> **TRY IT**: Will you return, word for word, only the lines from the top of the data below down to and including the one with "const t = term / (2n * i + 1n)"?
--- EXTRACTED MATERIAL ---
// Test helper, independent of the code under test: J_m(x), Y0(x), Y1(x) from their power series
// (Abramowitz & Stegun 9.1.10, 9.1.13, 9.1.11) in 70-digit fixed-point BigInt arithmetic, for
// x = p/q exactly. π comes from Machin's formula, ln from the atanh series; Euler's γ to 50 digits
// from memory (0.57721566490153286060651209008240243104215933593992, matches DLMF 5.2.3's digits).

const P = 70n
const S = 10n ** P

function atanhInv(n: bigint): bigint {
  // atanh(1/n) = Σ 1/((2i+1) n^(2i+1))
  let term = S / n
  let sum = 0n
  const n2 = n * n
  for (let i = 0n; term !== 0n; i++) {
    sum += term / (2n * i + 1n)
    term /= n2
  }
  return sum
}

function atanInv(n: bigint): bigint {
  let term = S / n
  let sum = 0n
  const n2 = n * n
  for (let i = 0n; term !== 0n; i++) {
    const t = term / (2n * i + 1n)
    sum += i % 2n === 0n ? t : -t
    term /= n2
  }
  return sum
}

const PI = 16n * atanInv(5n) - 4n * atanInv(239n)
const LN2 = 2n * atanhInv(3n)
const GAMMA = BigInt('57721566490153286060651209008240243104215933593992') * 10n ** (P - 50n)

/** ln(p/q) for positive integers p, q. */
function lnFrac(p: bigint, q: bigint): bigint {
  // p/q = 2^e · r with r in [1, 2): ln r = 2 atanh((r−1)/(r+1)) = 2 atanh((p' − q')/(p' + q'))
  let e = 0n
  let pp = p
  let qq = q
  while (pp >= 2n * qq) {
    qq *= 2n
    e++
  }
  while (pp < qq) {
    pp *= 2n
    e--
  }
  const num = pp - qq
  const den = pp + qq
  // atanh(z) = Σ z^(2i+1)/(2i+1) with z = num/den in fixed point
  const z = (num * S) / den
  let term = z
  let sum = 0n
  const z2 = (z * z) / S
  for (let i = 0n; term !== 0n; i++) {
    sum += term / (2n * i + 1n)
    term = (term * z2) / S
  }
  return e * LN2 + 2n * sum
}

const toNumber = (a: bigint): number => Number(a) / Number(S)

/** J_m(p/q) = Σ_k (−1)^k (x/2)^(2k+m) / (k!(k+m)!). */
function jFixed(m: number, p: bigint, q: bigint): bigint {
  const h = (p * S) / (2n * q) // x/2
  const h2 = (h * h) / S
  let t = S
  for (let i = 1n; i <= BigInt(m); i++) t = (t * h) / S / i
  let sum = 0n
  const mb = BigInt(m)
  for (let k = 1n; t !== 0n; k++) {
    sum += t
    t = -((t * h2) / S) / (k * (k + mb))
  }
  return sum
}

export function besselJHighPrec(m: number, p: bigint, q: bigint): number {
  return toNumber(jFixed(m, p, q))
}

/** Y0(x) = (2/π)[(ln(x/2) + γ) J0(x) + Σ_{k≥1} (−1)^(k+1) H_k (x²/4)^k/(k!)²]. */
export function besselY0HighPrec(p: bigint, q: bigint): number {
  const h = (p * S) / (2n * q)
  const h2 = (h * h) / S
  const lg = lnFrac(p, 2n * q) + GAMMA
  let sum = (lg * jFixed(0, p, q)) / S
  let u = S
  let H = 0n
  for (let k = 1n; ; k++) {
    u = (u * h2) / S / (k * k)
    H += S / k
    if (u === 0n) break
    const t = (H * u) / S
    sum += k % 2n === 1n ? t : -t
  }
  return toNumber((2n * S * sum) / PI)
}

/** Y1(x) = −2/(πx) + (2/π) ln(x/2) J1(x) − (1/π) Σ_{k≥0} (−1)^k [ψ(k+1) + ψ(k+2)] (x/2)^(2k+1)/(k!(k+1)!),
 * ψ(n+1) = −γ + H_n. */
export function besselY1HighPrec(p: bigint, q: bigint): number {
  const h = (p * S) / (2n * q)
  const h2 = (h * h) / S
  const x = (p * S) / q
  let sum = 0n
  let v = h // k = 0: (x/2)/(0!·1!)
  let Hk = 0n // H_k
  for (let k = 0n; v !== 0n; k++) {
    const Hk1 = Hk + S / (k + 1n)
    const psi = -2n * GAMMA + Hk + Hk1
    const t = (psi * v) / S
    sum += k % 2n === 0n ? t : -t
    v = (v * h2) / S / ((k + 1n) * (k + 2n))
    Hk = Hk1
  }
  const first = -(2n * S * S) / ((PI * x) / S) // −2/(πx)
  const second = (2n * S * ((lnFrac(p, 2n * q) * jFixed(1, p, q)) / S)) / PI
  const third = -(S * sum) / PI
  return toNumber(first + second + third)
}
---
> **REPLY TO THE TASK**:
// Test helper, independent of the code under test: J_m(x), Y0(x), Y1(x) from their power series
// (Abramowitz & Stegun 9.1.10, 9.1.13, 9.1.11) in 70-digit fixed-point BigInt arithmetic, for
// x = p/q exactly. π comes from Machin's formula, ln from the atanh series; Euler's γ to 50 digits
// from memory (0.57721566490153286060651209008240243104215933593992, matches DLMF 5.2.3's digits).

const P = 70n
const S = 10n ** P

function atanhInv(n: bigint): bigint {
  // atanh(1/n) = Σ 1/((2i+1) n^(2i+1))
  let term = S / n
  let sum = 0n
  const n2 = n * n
  for (let i = 0n; term !== 0n; i++) {
    sum += term / (2n * i + 1n)
    term /= n2
  }
  return sum
}

function atanInv(n: bigint): bigint {
  let term = S / n
  let sum = 0n
  const n2 = n * n
  for (let i = 0n; term !== 0n; i++) {
    const t = term / (2n * i + 1n)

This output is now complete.